I would expect that those blades do one heck of a job!


----------



## Austinite (Oct 4, 2018)

jimbeckel said:


> Austinite said:
> 
> 
> > jimbeckel said:
> ...


Wow. That looks awesome. Everyone got the verticutter right except for Swardman! I may have to make my own.


----------



## lvlikeyv (Jan 26, 2019)

Would verticutting help pull out dead weeds?

First year of serious lawn care. I put down some prodiamine and Celsius. I have a good bit of dead/dying weeds that the mower is not picking up.

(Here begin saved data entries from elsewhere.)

def test_relative_rules_path_is_read_from_the_scenario_folder(tmp_path: Path, monkeypatch: pytest.MonkeyPatch) -> None:
    import tomlkit

    folder = tmp_path / "project"
    folder.mkdir()
    _rules_with(folder, ('id = "ich-m12-2024"', 'id = "local-rules"'), name="local.toml")
    data = base_dict()
    data["rules"] = "local.toml"
    (folder / "s.toml").write_text(tomlkit.dumps(data), encoding="utf-8")
    elsewhere = tmp_path / "elsewhere"
    elsewhere.mkdir()
    monkeypatch.chdir(elsewhere)
    from interact.scenario import load_scenario

    assert assess(load_scenario(folder / "s.toml")).rules.id == "local-rules"


# -- silent and crashing cases (issue 11, item 6) --------------------------------------------------------------------


def test_bom_is_accepted_by_scenarios_batch_tables_and_rule_sets(tmp_path: Path) -> None:
    import tomlkit

    from interact.scenario import load_scenario

    scen = tmp_path / "s.toml"
    scen.write_bytes(b"\xef\xbb\xbf" + tomlkit.dumps(base_dict()).encode("utf-8"))
    assert load_scenario(scen).title == "test scenario"
    rules = tmp_path / "r.toml"
    rules.write_bytes(b"\xef\xbb\xbf" + ICH.read_bytes())
    assert load_rules(rules).id == "ich-m12-2024"
    perps = tmp_path / "p.csv"
    perps.write_bytes(b"\xef\xbb\xbf" + (P_HEAD + "A,100,400,400,0.1,oral,1\n").encode("utf-8"))
    victims = tmp_path / "v.csv"
    victims.write_bytes(b"\xef\xbb\xbf" + V_TABLE.encode("utf-8"))
    assert main(["screen-batch", str(perps), str(victims), "-o", str(tmp_path / "out.csv"), "-q"]) == 0


@pytest.mark.parametrize(
    "text",
    [
        "title = " + "[" * 3000 + "]" * 3000,  # 3000-deep nesting: RecursionError before
        "title = " + "{a=" * 3000 + "1" + "}" * 3000,
        "x = " + "9" * 4400,  # beyond Python's integer conversion limit: ValueError before
        "x = " + "[" * 40 + "]" * 40,  # parses, but deeper than any scenario
    ],
)
def test_hostile_toml_is_a_named_error(tmp_path: Path, text: str, capsys: pytest.CaptureFixture[str]) -> None:
    scen = tmp_path / "s.toml"
    scen.write_text(text, encoding="utf-8")
    assert main(["assess", str(scen)]) == 2
    err = capsys.readouterr().err
    assert str(scen) in err and "Traceback" not in err


def test_tiny_blood_plasma_ratio_is_refused() -> None:
    from interact.errors import ScenarioError

    d = base_dict()
    d["perpetrator"]["blood_plasma_ratio"] = 5e-324
    with pytest.raises(ScenarioError) as info:
        scenario_from_dict(d)
    assert info.value.problems[0].field == "perpetrator.blood_plasma_ratio"


def test_duplicate_turnover_entries_are_refused() -> None:
    """The last entry used to win: the order of two entries moved the AUC ratio (2.83 to 9.29 in the issue)."""
    from interact.errors import ScenarioError

    d = base_dict()
    d["turnover"] = [{"enzyme": "CYP3A", "kdeg_liver": "0.02 1/h"}, {"enzyme": "cyp3a4", "kdeg_liver": "0.03 1/h"}]
    with pytest.raises(ScenarioError) as info:
        scenario_from_dict(d)
    assert [p.field for p in info.value.problems] == ["turnover[1].enzyme"]


def test_strengths_beyond_the_limit_and_below_a_nanogram_are_named() -> None:
    from interact.errors import ScenarioError

    d = base_dict()
    d["victim"]["strengths"] = ["5 mg"] * 201
    with pytest.raises(ScenarioError, match=r"victim\.strengths: has 201 entries"):
        scenario_from_dict(d)
    d["victim"]["strengths"] = ["1e-9 mg", "5 mg"]
    with pytest.raises(ScenarioError, match=r"victim\.strengths\[0\]"):
        scenario_from_dict(d)
    d["victim"]["strengths"] = ["0.25 ug", "5 mg"]  # a quarter of a microgram is a real strength size: accepted
    assert len(scenario_from_dict(d).victim.strengths) == 2
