"""A minimal time course: when the interaction starts, how large it gets, when it fades.

The static models give one number at steady state.  This module follows the
same mechanisms in time, with scipy's ODE solvers, to check that number and to
time a dose change.

Model (all rates in 1/h, concentrations in uM for the perpetrator; the victim
is simulated per unit dose and scaled by its dose, so its curves are in the
dose's unit per litre):

Perpetrator (analytic, linear; superposition of doses, standard one-compartment
pharmacokinetics, common practice):

- oral: gut amount G(t) = sum_i D exp(-ka (t - t_i)); plasma
  C(t) = sum_i (D / (V/F)) ka/(ka - ke) (exp(-ke (t - t_i)) - exp(-ka (t - t_i))),
  with ke = ln 2 / t1/2 and V/F chosen so that the steady-state peak equals the
  scenario's Cmax,ss (tmax,ss from dC/dt = 0);
- intravenous: bolus doses, V from Cmax,ss = (D/V) / (1 - exp(-ke tau));
- inhibitor at each site, as in :mod:`interact.exposure` but in time:
  liver inlet I_h(t) = fu,p (C(t) + Fa Fg ka G(t) / (Qh Rb)); enterocyte
  I_g(t) = fu,gut Fa ka G(t) / Qent (oral; I_g = fu,p C for intravenous);
- a metabolite follows the parent: C_m(t) = Cmax,m C(t) / Cmax,ss (formation-rate
  limited, an assumption), unbound fraction fu,m at every site;
- or ``mode="constant"``: every site concentration held at its static value while
  the perpetrator is given (the constant-infusion check), or ``mode="profile"``:
  a user-given plasma profile of the parent.

Enzyme turnover, per enzyme and site (the turnover model behind the static
inactivation and induction terms; Fahmi et al. 2008 structure, from memory;
algebra checked: its steady state is induction x inactivation):

    dE/dt = kdeg (E0 x induction(I) - E) - kobs(I) E,  E0 = 1
    kobs = sum kinact I/(KI,u + I),  induction = 1 + d sum Emax I/(EC50,u + I)

and the activity left is E x 1/(1 + sum I/Ki,u) (competitive, instantaneous).

Victim: oral first-order absorption (ka), gut-wall availability
Fg(t) = 1/(1 + (1/Fg0 - 1) a_gut(t)) (the "Qgut"-type form whose ratio Fg/Fg0 is
the static gut term), well-stirred liver with intrinsic clearance
CLint(t) = CLint0 (sum fm a_e(t) + 1 - sum fm), CLint0 = Qh E_h/(1 - E_h),
CL_h = Qh CLint/(Qh + CLint), Fh = Qh/(Qh + CLint), volume V = CL_h0 / k with
k = ln 2 / t1/2.  All victim clearance is taken as hepatic (the fm fractions
are fractions of hepatic intrinsic clearance): with this choice the dynamic
steady-state AUC ratio equals the static one exactly when the inhibitor
concentrations are constant, for any extraction ratio (algebra: Fh/CL_h =
1/CLint).

Outputs: curves with and without the perpetrator, the exposure ratio over a
moving window W (the victim's dosing interval, or the shortest common multiple
of both intervals so that the ratio does not ripple), its value at the end of
dosing (the dynamic steady-state ratio, shown beside the static one), the time
to reach and stay within (1 - f) of the final effect, the time for the effect to
fade to within (1 - f) of nothing after stopping (on the log scale), and the
same for each enzyme.  No printing here; :mod:`interact.report.timecourse`
formats a :class:`TimeCourse`.
"""

from __future__ import annotations

import itertools
import math
from collections.abc import Sequence
from dataclasses import dataclass, field
from typing import TYPE_CHECKING, Final
from warnings import catch_warnings, simplefilter
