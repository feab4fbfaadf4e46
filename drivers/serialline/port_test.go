package serialline_test

import (
	"context"
	"errors"
	"strings"
	"testing"
	"time"

	"kermalux/drivers"
	"kermalux/drivers/clock"
	"kermalux/drivers/serialline"
	"kermalux/drivers/serialline/linetest"
)

func open(t testing.TB, d *linetest.Device, cfg serialline.Config) *serialline.Port {
	t.Helper()
	cfg.Port = d.Link()
	if cfg.ReadTimeout == 0 {
		cfg.ReadTimeout = 300 * time.Millisecond
	}
	cfg.ReopenMin, cfg.ReopenMax = 10*time.Millisecond, 40*time.Millisecond
	p, err := serialline.Open(context.Background(), cfg, serialline.Options{Clock: clock.NewReal()})
	if err != nil {
		t.Fatal(err)
	}
	t.Cleanup(func() { p.Close() })
	return p
}

func TestFraming(t *testing.T) {
	tests := []struct {
		name   string
		end    serialline.Framing
		chunks []string // what the device writes, possibly split mid-line
		want   []string
	}{
		{"crlf", serialline.CRLF, []string{"RD +1.0E+00 uGy/s OK\r\n", "OK\r", "\n"}, []string{"RD +1.0E+00 uGy/s OK", "OK"}},
		{"crlf accepts bare lf", serialline.CRLF, []string{"A\nB\r\n"}, []string{"A", "B"}},
		{"lf", serialline.LF, []string{"L 1", "23,45 cd/m2 S0\nACK\n"}, []string{"L 123,45 cd/m2 S0", "ACK"}},
		{"cr", serialline.CR, []string{"one\rtwo\r"}, []string{"one", "two"}},
		{"cr skips lf after cr", serialline.CR, []string{"one\r\ntwo\r\n"}, []string{"one", "two"}},
		{"blank lines skipped", serialline.LF, []string{"\n\nx\n"}, []string{"x"}},
	}
	for _, tc := range tests {
		t.Run(tc.name, func(t *testing.T) {
			d := linetest.New(t, "dev", '\n', nil)
			p := open(t, d, serialline.Config{ReceiveEnd: tc.end})
			// Each chunk is taken off the line before the next is sent,
			// so lines really arrive split.
			sent := 0
			for _, c := range tc.chunks {
				d.Send(c)
				sent += len(c)
				waitFor(t, p, "the chunk received", func() bool { return p.Received() >= uint64(sent) })
			}
			for _, w := range tc.want {
				l, err := p.ReadLine(context.Background())
				if err != nil {
					t.Fatalf("want %q: %v", w, err)
				}
				if l.Text != w {
					t.Errorf("got %q, want %q", l.Text, w)
				}
				if l.AfterReconnect {
					t.Errorf("%q marked after reconnect on first open", w)
				}
			}
		})
	}
}

func TestWriteFraming(t *testing.T) {
	for _, tc := range []struct {
		end  serialline.Framing
		want string
	}{{serialline.CR, "ID?\r"}, {serialline.LF, "ID?\n"}, {serialline.CRLF, "ID?\r\n"}} {
		// The device completes a command at the last byte of the
		// expected ending, so it sees "ID?" only if that byte was sent.
		d2 := linetest.New(t, "dev2", tc.want[len(tc.want)-1], nil)
		p2 := open(t, d2, serialline.Config{SendEnd: tc.end})
		if err := p2.WriteLine(context.Background(), "ID?"); err != nil {
			t.Fatal(err)
		}
		ctx, cancel := context.WithTimeout(context.Background(), 10*time.Second)
		err := d2.WaitCommands(ctx, 1)
		cancel()
		if err != nil {
			t.Errorf("%s: %v", tc.end, err)
		}
		if c := d2.Commands(); len(c) != 1 || c[0] != "ID?" {
			t.Errorf("%s: device got %q, want [ID?]", tc.end, c)
		}
	}
}

func TestTimeout(t *testing.T) {
	d := linetest.New(t, "dev", '\n', nil)
	p := open(t, d, serialline.Config{ReadTimeout: 200 * time.Millisecond})
	_, err := p.ReadLine(context.Background())
	if !errors.Is(err, drivers.ErrTimeout) {
		t.Fatalf("silent device: got %v, want ErrTimeout", err)
	}
	if !strings.Contains(err.Error(), d.Link()) {
		t.Errorf("error %q does not name the port", err)
	}
	// A partial line then silence: a timeout that shows the fragment.
	d.Send("RD +1.2")
	_, err = p.ReadLine(context.Background())
	if !errors.Is(err, drivers.ErrTimeout) || !strings.Contains(err.Error(), `"RD +1.2"`) {
		t.Fatalf("partial line: got %v, want ErrTimeout naming the fragment", err)
	}
	// The fragment is not glued to the next line.
	d.Send("OK\n")
	l, err := p.ReadLine(context.Background())
	if err != nil || l.Text != "OK" {
		t.Fatalf("after partial: got %q, %v; want OK", l.Text, err)
	}
	if !p.Up() {
		t.Error("a timeout must not mark the link down")
	}
}

func TestContextEndsRead(t *testing.T) {
	d := linetest.New(t, "dev", '\n', nil)
	p := open(t, d, serialline.Config{ReadTimeout: 10 * time.Second})
	ctx, cancel := context.WithTimeout(context.Background(), 50*time.Millisecond)
	defer cancel()
	start := time.Now()
	_, err := p.ReadLine(ctx)
	if err == nil || time.Since(start) > 2*time.Second {
		t.Fatalf("got %v after %v; want an error soon after the context's deadline", err, time.Since(start))
	}
}

func TestLongLineIsGarbled(t *testing.T) {
	d := linetest.New(t, "dev", '\n', nil)
	p := open(t, d, serialline.Config{MaxLine: 16})
	d.Send(strings.Repeat("x", 100) + "\nOK\n")
	_, err := p.ReadLine(context.Background())
	if !errors.Is(err, drivers.ErrGarbled) {
		t.Fatalf("got %v, want ErrGarbled", err)
	}
	l, err := p.ReadLine(context.Background())
	if err != nil || l.Text != "OK" {
		t.Fatalf("after long line: got %q, %v; want OK", l.Text, err)
	}
	// Endless garbage without a line end stays bounded and reported.
	d.Send(strings.Repeat("\x00\xff", 200))
	_, err = p.ReadLine(context.Background())
	if !errors.Is(err, drivers.ErrGarbled) {
		t.Fatalf("endless garbage: got %v, want ErrGarbled", err)
	}
}

func TestPulledCable(t *testing.T) {
	d := linetest.New(t, "veltrane-KR40-1187", '\n', nil)
	p := open(t, d, serialline.Config{})
	first := d.Device()
	d.Send("before\n")
	if l, err := p.ReadLine(context.Background()); err != nil || l.Text != "before" {
		t.Fatalf("got %q, %v", l.Text, err)
	}

	d.Pull()
	_, err := p.ReadLine(context.Background())
	if !errors.Is(err, drivers.ErrLinkDown) {
		t.Fatalf("pulled: got %v, want ErrLinkDown", err)
	}
	if !strings.Contains(err.Error(), d.Link()) {
		t.Errorf("error %q does not name the port", err)
	}
	if p.Up() {
		t.Error("link still up after a pull")
	}
	// Still unplugged: every call says so, none hangs or spins.
	for range 3 {
		if err := p.WriteLine(context.Background(), "RD?"); !errors.Is(err, drivers.ErrLinkDown) {
			t.Fatalf("while unplugged: got %v, want ErrLinkDown", err)
		}
	}

	d.Replug()
	if d.Device() == first {
		t.Fatalf("replug reused %s", first)
	}
	d.Send("stale\n") // sent before the client reopened: must not pass as fresh
	ctx, cancel := context.WithTimeout(context.Background(), 10*time.Second)
	defer cancel()
	if err := d.WaitQueued(ctx, len("stale\n")); err != nil {
		t.Fatal(err)
	}
	var ok bool
	for range 50 {
		if err := p.Ensure(context.Background()); err == nil {
			ok = true
			break
		}
	}
	if !ok {
		t.Fatal("did not reopen after replug")
	}
	if p.Generation() != 2 || p.Device() != d.Device() {
		t.Errorf("generation %d device %s; want 2 and %s", p.Generation(), p.Device(), d.Device())
	}
	d.Send("fresh\n")
	l, err := p.ReadLine(context.Background())
	if err != nil {
		t.Fatal(err)
	}
	if l.Text != "fresh" || !l.AfterReconnect {
		t.Errorf("got %q after reconnect=%v; want \"fresh\" marked", l.Text, l.AfterReconnect)
	}
	d.Send("next\n")
	if l, _ := p.ReadLine(context.Background()); l.AfterReconnect {
		t.Error("second line after reconnect still marked")
	}
}

func TestOpenErrors(t *testing.T) {
	ctx := context.Background()
	for _, tc := range []struct {
		cfg  serialline.Config
		want string
	}{
		{serialline.Config{Port: "/nonexistent/ttyUSB9"}, "/nonexistent/ttyUSB9"},
		{serialline.Config{Port: "/dev/x", Flow: serialline.FlowRTSCTS}, "flow control"},
		{serialline.Config{Port: "/dev/x", Flow: "maybe"}, "expected none, rts-cts or xon-xoff"},
		{serialline.Config{Port: "/dev/x", Parity: "sometimes"}, "parity"},
		{serialline.Config{Port: "/dev/x", DataBits: 9}, "data bits 9"},
		{serialline.Config{Port: "/dev/x", StopBits: 3}, "stop bits 3"},
		{serialline.Config{Port: "/dev/x", ReceiveEnd: "nul"}, "expected cr, lf or crlf"},
		{serialline.Config{}, "no port given"},
	} {
		_, err := serialline.Open(ctx, tc.cfg, serialline.Options{})
		if err == nil || !strings.Contains(err.Error(), tc.want) {
			t.Errorf("%+v: got %v, want an error containing %q", tc.cfg, err, tc.want)
		}
	}
}

func TestCloseIsFinal(t *testing.T) {
	d := linetest.New(t, "dev", '\n', nil)
	p := open(t, d, serialline.Config{})
	p.Close()
	if err := p.WriteLine(context.Background(), "x"); err == nil || errors.Is(err, drivers.ErrLinkDown) {
		t.Errorf("after Close: got %v, want a closed-port error (not a reconnect)", err)
	}
}

// BenchmarkReadLine reads lines a device has already sent, the hot path of
// two meters at 50 Hz.
func BenchmarkReadLine(b *testing.B) {
	d := linetest.New(b, "dev", '\n', nil)
	p := open(b, d, serialline.Config{})
	line := "L 123,45 cd/m2 S0\n"
	batch := strings.Repeat(line, 100)
	b.ReportAllocs()
	b.ResetTimer()
	for i := 0; i < b.N; i++ {
		if i%100 == 0 {
			b.StopTimer()
			d.Send(batch)
			b.StartTimer()
		}
		if _, err := p.ReadLine(context.Background()); err != nil {
			b.Fatal(err)
		}
	}
}

// A scaled clock shortens a timeout, but never below what a loaded host
// needs to schedule the reader (250 ms) nor below the duration itself;
// the real clock keeps it, and a manual clock keeps it as given.
func TestRealTimeout(t *testing.T) {
	for _, tc := range []struct {
		name string
		clk  clock.Clock
		d    time.Duration
		want time.Duration
	}{
		{"real clock", clock.NewReal(), time.Second, time.Second},
		{"real clock, short", clock.NewReal(), 100 * time.Millisecond, 100 * time.Millisecond},
		{"2x", clock.NewScaled(2, time.Time{}), time.Second, 500 * time.Millisecond},
		{"20x, cut to the floor", clock.NewScaled(20, time.Time{}), time.Second, 250 * time.Millisecond},
		{"20x, short timeout kept", clock.NewScaled(20, time.Time{}), 100 * time.Millisecond, 100 * time.Millisecond},
		{"manual", clock.NewManual(time.Time{}), 3 * time.Second, 3 * time.Second},
	} {
		if got := serialline.RealTimeout(tc.clk, tc.d); got != tc.want {
			t.Errorf("%s: %v becomes %v, want %v", tc.name, tc.d, got, tc.want)
		}
	}
}
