package serialline_test

import (
	"context"
	"errors"
	"io"
	"os"
	"os/exec"
	"path/filepath"
	"strings"
	"syscall"
	"testing"

	"github.com/creack/pty"

	"kermalux/drivers"
	"kermalux/drivers/serialline"
)

// Each reason a port cannot be opened gets its own words, and none of
// them says the link was lost: it never was up (issue: all said "link to
// meter lost").
func TestOpenErrorsEachInTheirOwnWords(t *testing.T) {
	dir := t.TempDir()
	file := filepath.Join(dir, "ttyUSB0")
	if err := os.WriteFile(file, []byte("not a device"), 0o644); err != nil {
		t.Fatal(err)
	}
	dangling := filepath.Join(dir, "usb-gone")
	if err := os.Symlink(filepath.Join(dir, "nothing"), dangling); err != nil {
		t.Fatal(err)
	}
	for _, tc := range []struct {
		name, port string
		is         error
		words      string
	}{
		{"no such path", filepath.Join(dir, "ttyUSB9"), serialline.ErrNoDevice, "is the adapter plugged in"},
		{"dangling by-id link", dangling, serialline.ErrNoDevice, "no such device"},
		{"regular file", file, serialline.ErrNotSerial, "regular file"},
		{"directory", dir, serialline.ErrNotSerial, "directory"},
		{"not a terminal", "/dev/null", serialline.ErrNotSerial, "not a serial device"},
	} {
		t.Run(tc.name, func(t *testing.T) {
			_, err := serialline.Open(context.Background(), serialline.Config{Port: tc.port}, serialline.Options{})
			if !errors.Is(err, tc.is) || !strings.Contains(err.Error(), tc.words) || !strings.Contains(err.Error(), tc.port) {
				t.Fatalf("got %v; want %v, naming %s and saying %q", err, tc.is, tc.port, tc.words)
			}
			if errors.Is(err, drivers.ErrLinkDown) || strings.Contains(err.Error(), drivers.ErrLinkDown.Error()) {
				t.Errorf("got %v: an open that never succeeded is not a lost link", err)
			}
		})
	}
}

// Permission denied (with the dialout hint) and port busy need an
// unprivileged user: root bypasses both the file mode and the kernel's
// exclusive-open lock. As root the test runs itself again as nobody.
func TestOpenErrorsPermissionAndBusy(t *testing.T) {
	if os.Getenv("KX_SERIAL_CHILD") != "" {
		return // the child's work is in TestOpenAsChild
	}
	m, s, err := pty.Open()
	if err != nil {
		t.Fatal(err)
	}
	defer m.Close()
	defer s.Close()
	// A device only its owner may open.
	if err := os.Chmod(s.Name(), 0o600); err != nil {
		t.Fatal(err)
	}
	// A second pty, held open by this process through the serial library,
	// which takes the exclusive lock (TIOCEXCL).
	m2, s2, err := pty.Open()
	if err != nil {
		t.Fatal(err)
	}
	defer m2.Close()
	defer s2.Close()
	if err := os.Chmod(s2.Name(), 0o666); err != nil {
		t.Fatal(err)
	}
	held, err := serialline.Open(context.Background(), serialline.Config{Port: s2.Name()}, serialline.Options{})
	if err != nil {
		t.Fatal(err)
	}
	defer held.Close()

	if os.Geteuid() != 0 {
		if err := os.Chmod(s.Name(), 0); err != nil {
			t.Fatal(err)
		}
		checkPermissionAndBusy(t, s.Name(), s2.Name())
		return
	}
	// Root: run the check in a copy of this test binary as nobody.
	bin, err := os.Executable()
	if err != nil {
		t.Fatal(err)
	}
	dir, err := os.MkdirTemp("", "kx-serial-child-")
	if err != nil {
		t.Fatal(err)
	}
	defer os.RemoveAll(dir)
	if err := os.Chmod(dir, 0o755); err != nil {
		t.Fatal(err)
	}
	exe := filepath.Join(dir, "serialline.test")
	if err := copyFile(bin, exe); err != nil {
		t.Fatal(err)
	}
	cmd := exec.Command(exe, "-test.run=^TestOpenAsChild$", "-test.v")
	cmd.Dir = dir
	cmd.Env = append(os.Environ(), "KX_SERIAL_CHILD=1", "KX_DENIED="+s.Name(), "KX_BUSY="+s2.Name())
	cmd.SysProcAttr = &syscall.SysProcAttr{Credential: &syscall.Credential{Uid: 65534, Gid: 65534}}
	out, err := cmd.CombinedOutput()
	if err != nil || !strings.Contains(string(out), "--- PASS: TestOpenAsChild") {
		t.Fatalf("as nobody: %v\n%s", err, out)
	}
}

// TestOpenAsChild is the unprivileged half of TestOpenErrorsPermissionAndBusy.
func TestOpenAsChild(t *testing.T) {
	if os.Getenv("KX_SERIAL_CHILD") == "" {
		t.Skip("run by TestOpenErrorsPermissionAndBusy as an unprivileged user")
	}
	checkPermissionAndBusy(t, os.Getenv("KX_DENIED"), os.Getenv("KX_BUSY"))
}

func checkPermissionAndBusy(t *testing.T, denied, busy string) {
	_, err := serialline.Open(context.Background(), serialline.Config{Port: denied}, serialline.Options{})
	if !errors.Is(err, serialline.ErrPermission) || !strings.Contains(err.Error(), "dialout") || !strings.Contains(err.Error(), denied) {
		t.Errorf("no permission: got %v; want permission denied naming %s with the dialout hint", err, denied)
	}
	_, err = serialline.Open(context.Background(), serialline.Config{Port: busy}, serialline.Options{})
	if !errors.Is(err, serialline.ErrBusy) || !strings.Contains(err.Error(), "another program") {
		t.Errorf("held by another: got %v; want port busy", err)
	}
}

func copyFile(from, to string) error {
	in, err := os.Open(from)
	if err != nil {
		return err
	}
	defer in.Close()
	out, err := os.OpenFile(to, os.O_CREATE|os.O_WRONLY|os.O_TRUNC, 0o755)
	if err != nil {
		return err
	}
	if _, err := io.Copy(out, in); err != nil {
		out.Close()
		return err
	}
	return out.Close()
}
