// Command bench-import writes a board journal of many short invented
// sessions (demo data only: a session record, 8 readings, 3 results and a
// session end each, the shape of BenchmarkImport20k's fleet), for run.sh,
// which bundles and imports it with the kermalux command line of two
// commits in the same run. It is a measuring aid, not part of the program.
package main

import (
	"context"
	"flag"
	"fmt"
	"log/slog"
	"os"
	"time"

	"kermalux/firmware-host/journal"
	"kermalux/procedures/entry"
)

func main() {
	path := flag.String("journal", "", "journal file to create (its board key is made beside it)")
	sessions := flag.Int("sessions", 20000, "how many sessions to write")
	flag.Parse()
	if *path == "" {
		fmt.Fprintln(os.Stderr, "usage: bench-import --journal FILE [--sessions N]")
		os.Exit(2)
	}
	if err := write(context.Background(), *path, *sessions); err != nil {
		slog.Error("bench-import", "err", err)
		os.Exit(1)
	}
}

// write appends n sessions to a new journal at path, each session's records
// after the first in one AppendAll (one transaction, one fsync).
func write(ctx context.Context, path string, n int) error {
	if _, err := os.Stat(path); err == nil {
		return fmt.Errorf("%s exists: give a new file", path)
	}
	j, err := journal.Open(path, journal.Options{SoftwareVersion: "bench-import"})
	if err != nil {
		return err
	}
	defer j.Close()
	t0 := time.Now()
	for k := 0; k < n; k++ {
		start := time.Date(2006+k%20, time.Month(1+k%12), 1+k%28, 9, 0, 0, 0, time.UTC)
		id, err := j.Begin(ctx, entry.Session{Site: fmt.Sprintf("Invented Clinic %d", k%37), Room: fmt.Sprintf("Room %d", 1+k%4),
			IntensifierModel: "Lumora XI-23", IntensifierSerial: fmt.Sprintf("LX23-%05d", k%1000), Engineer: "Field service engineer",
			Procedure: "yearly", Started: start})
		if err != nil {
			return err
		}
		var items []journal.Item
		for i := 0; i < 8; i++ {
			v := 0.87 + 0.001*float64((k+i)%7)
			items = append(items, journal.Item{Kind: entry.KindReading, Payload: entry.Reading{Step: 3, StepID: "kerma-48", FieldMode: "48 cm",
				Meter: "dosimeter", Quantity: "air_kerma_rate", Raw: fmt.Sprintf("MEAS %.4f uGy/s OK", v), RawValue: v, RawUnit: "µGy/s",
				Value: v * 1.013, Unit: "µGy/s", Status: "ok", Corrections: []entry.Correction{{Name: "k_tp", Factor: 1.013}},
				Calibrated: true, Mono: time.Duration(i) * 100 * time.Millisecond, Wall: start.Add(time.Duration(i) * time.Second), Used: true}})
		}
		for i, m := range []string{"32cm", "25cm", "17cm"} {
			g := 150 / float64(i+1) * (1 + 0.001*float64(k%11))
			items = append(items, journal.Item{Kind: entry.KindResult, Payload: entry.Result{Step: i + 1, FieldMode: m,
				Quantity: "conversion_factor", Value: g, Unit: "cd·m⁻²/(µGy·s⁻¹)", ExpUnc: 0.035 * g, K: 2, Verdict: "pass", Calibrated: true}})
		}
		items = append(items, journal.Item{Kind: entry.KindSessionEnd, Payload: entry.SessionEnd{Finished: start.Add(time.Hour), Steps: 3, Outcome: "complete"}})
		if _, err := j.AppendAll(ctx, id, items); err != nil {
			return err
		}
		if (k+1)%2000 == 0 {
			fmt.Fprintf(os.Stderr, "bench-import: %d sessions, %s\n", k+1, time.Since(t0).Round(time.Millisecond))
		}
	}
	return nil
}
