package serialline_test

import (
	"context"
	"testing"

	"kermalux/drivers/serialline"
	"kermalux/drivers/serialline/linetest"
)

// A backlog of old lines, and the line cut in half by the discard, never
// reach the caller: the first line read after Discard is one sent after it.
func TestDiscardDropsBacklogAndCutLine(t *testing.T) {
	d := linetest.New(t, "dev", '\n', nil)
	p := open(t, d, serialline.Config{ReceiveEnd: serialline.LF})
	d.Send("L 1,00 cd/m2 S0\n")
	if l, err := p.ReadLine(context.Background()); err != nil || l.Text != "L 1,00 cd/m2 S0" {
		t.Fatalf("first line: %q, %v", l.Text, err)
	}
	// A backlog: lines sent while nobody read, the last one still in progress.
	d.Send("L 2,00 cd/m2 S0\nL 3,00 cd/m2 S0\nL 4,0")
	waitFor(t, p, "the backlog received", func() bool { return p.Buffered() == 2 })
	p.Discard()
	d.Send("0 cd/m2 S0\nL 5,00 cd/m2 S0\n")
	l, err := p.ReadLine(context.Background())
	if err != nil {
		t.Fatal(err)
	}
	if l.Text != "L 5,00 cd/m2 S0" {
		t.Errorf("after Discard got %q, want the first line sent after it", l.Text)
	}
}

What is a good POA for this?

I'm guessing its not too late to verticut if I wanted to go that route?


----------



## Kicker (Apr 5, 2018)

J_nick said:


> I made some fixed blades for my Bluebird power rake PR18
> 
> 
> 
> Edit: I use it a few times a year


do you have a parts list and/or instructions? It looks like it's just flat bar steel, some threaded rods, nuts, and spacers. Anything i'm missing?


----------



## J_nick (Jan 28, 2017)

@Kicker you got the gist of it, here's a little info on it. If you have anymore questions don't hesitate to ask

https://thelawnforum.com/viewtopic.php?f=4&t=1826


----------



## TulsaFan (May 1, 2017)

I just got my de-thatcher accessory for my Baroness. So, I am going to use this throughout the year as well. It goes in place of my groomer with longer and thicker blades spaced further apart. No idea how many times???



Edited (5/21/19) The length of the blades and groomer are the same. The thickness differs.


----------



## Durso81 (Apr 10, 2018)

Anybody have any luck with the electric Joe dethatcher/scarifier?


----------



## driver_7 (Jun 28, 2018)

Durso81 said:


> Anybody have any luck with the electric Joe dethatcher/scarifier?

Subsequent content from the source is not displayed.